Changing character set in database

January 25, 2010

character set conversion, csalter, csscan, database, utf8

If your database is using anything else than UTF8 as database character set you may consider to migrate from it. Oracle states in the Globalization Guide (10gR2):

At the top of the list of character sets Oracle recommends for all new system deployment is the Unicode character set AL32UTF8.

Depending on what characters you actually have in your database you have three options on how to do this:

  1. Changing the character set with the package CSALTER. Only data dictionary is migrated.

  2. Using CSALTER and convert application data using export/import for all users

  3. Using CSALTER and convert a subset of application data.

Option 1 migrates the data dictionary, that is, the meta data regarding your application data. Nothing else is changed and Oracle, after successfully executing CSALTER, behaves as if your database was created with the new character set. That works OK if the characters used are actually encoded the same way in the new character set as before, if not funny letters will show up when querying the database, meaning you have to go for option 2 (or possibly 3).

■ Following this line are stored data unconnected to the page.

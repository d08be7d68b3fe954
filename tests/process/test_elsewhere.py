"""A band that is worked by a process started by hand, as on another host: joined over TCP, counted like the rest."""

import os
import signal
import subprocess
import sys
from collections.abc import Iterator
from pathlib import Path

import pytest
from rig import (
    ArrayModel,
    Block,
    Feeder,
    Listener,
    Service,
    block_message,
    encode_samples,
    free_ports,
    sensor_noise,
    wait_until,
)  # fmt: skip

ARRAY = ArrayModel()
NOISE = encode_samples(sensor_noise(32, 1000, 8000.0, 90.0) / ARRAY.full_scale_upa, "i2", "channel")


@pytest.fixture
def service(tmp_path: Path) -> Iterator[Service]:
    bands = [ARRAY.band(), ARRAY.band(name="far", frame=4096, beams=61, place="elsewhere")]
    settings = ARRAY.settings(*bands, overload="hold")
    ports = free_ports(3)
    settings["stream"] = {
        key: f"tcp://127.0.0.1:{port}" for key, port in zip(("bind", "collect", "control"), ports, strict=True)
    }
    with Service(settings, tmp_path) as service:
        yield service


def start_band(service: Service) -> subprocess.Popen[bytes]:
    return subprocess.Popen(
        [sys.executable, "-m", "soundrose", "band", "--config", str(service.config), "--name", "far"],
        env=service.environment, cwd=service.folder, stdin=subprocess.DEVNULL,
    )  # fmt: skip


def send(feeder: Feeder, first_block: int, blocks: int) -> None:
    for number in range(first_block, first_block + blocks):
        block = Block(number * 1000, 1000, 10**18 + number * 125_000_000, NOISE)
        feeder.send(block_message(ARRAY, block, "a", type="i2"))


def band_entry(status: dict) -> dict:
    return next(p for p in status["processes"] if p["name"] == "band:far")


def test_band_joins_works_and_leaves(service: Service) -> None:
    """The service is ready without it, says so in /readyz, waits for it in `hold`, and misses it when it goes."""
    code, _, body = service.get("/readyz")
    assert (code, b"band:far" in body) == (503, True)
    with service.listener() as listener, service.feeder(queue=64) as feeder:
        assert band_entry(listener.of("status")[-1].header)["state"] == "starting"
        send(feeder, 0, 10)
        band = start_band(service)
        try:
            listener.wait_status("the far band up", lambda s: band_entry(s)["state"] == "up", 40)
            listener.wait_count("map/far", (10_000 - 4096) // 2048 + 1)
            listener.wait_count("map/main", (10_000 - 2048) // 1024 + 1)
            wait_until("ready", lambda: service.get("/readyz")[0] == 200, 10)
            maps = listener.of("map/far")
            assert all(m.header["latency_ms"] > 0 for m in maps)
            assert [m.header["t"] - 10**18 for m in maps] == [k * 256_000_000 for k in range(len(maps))]
            check_leaving(band, listener)
        finally:
            band.kill()
            band.wait(10)


def check_leaving(band: subprocess.Popen[bytes], listener: Listener) -> None:
    os.kill(band.pid, signal.SIGTERM)
    assert band.wait(5) == 0
    listener.wait_status("the far band down", lambda s: band_entry(s)["state"] == "down", 20)


def test_unknown_band_is_said_with_the_names_that_are_there(service: Service) -> None:
    done = subprocess.run(
        [sys.executable, "-m", "soundrose", "band", "--config", str(service.config), "--name", "fat"],
        env=service.environment, capture_output=True, text=True, timeout=30, check=False,
    )  # fmt: skip
    assert done.returncode == 2
    assert "'fat'" in done.stderr
    assert "main, far" in done.stderr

Character expansion happens when a symbol changes from one character set to another with more bytes being used for storage in the latter. This is the case for the euro sign (€) in WE8MSWIN, where it requires one byte, in AL32UTF8 it takes three bytes. This requires a conversion of application data using export/import.

Oracle has made an utility for this, csscan. It checks the data dictionary and application data and gives you an analysis telling you what to do. The following procedure was executed on Oracle 10.2.0.4.

First create these two directories are defined in the database:

  • log_file_dir
  • data_file_dir

I don’t think they are really necessary, they don’t seem to be used, but the following script grants access to them for the CSMIG user. Directories are listed in DBA_DIRECTORIES and you may create these anywhere you like with:

create directory log_file_dir as ‘/tmp/csscan’;
create directory data_file_dir as ‘/tmp/csscan’;

Run the following script as SYS in sqlplus to install the tool:

@?/rdbms/admin/csminst.sql

It will ask for a password which you’ll use later (on 9iR2 it uses standard password CSMIG). Then start the scanning with:

csscan csmig/your_password full=y tochar=al32utf8 process=3 array=1024000

The csscan command is documented in chapter 12 in the Globalization Guide. The above analyzes the entire database. Otherwise owner, tables or columns may be specified. The process parameter selects the number of simultaneous scanning processes.

When scanning is completed csscan create a database scan report and individual exception reports as scan.txt and scan.err respectively. The file scan.out contains the output from the command above. These files are created in the directory that was current when the command was executed.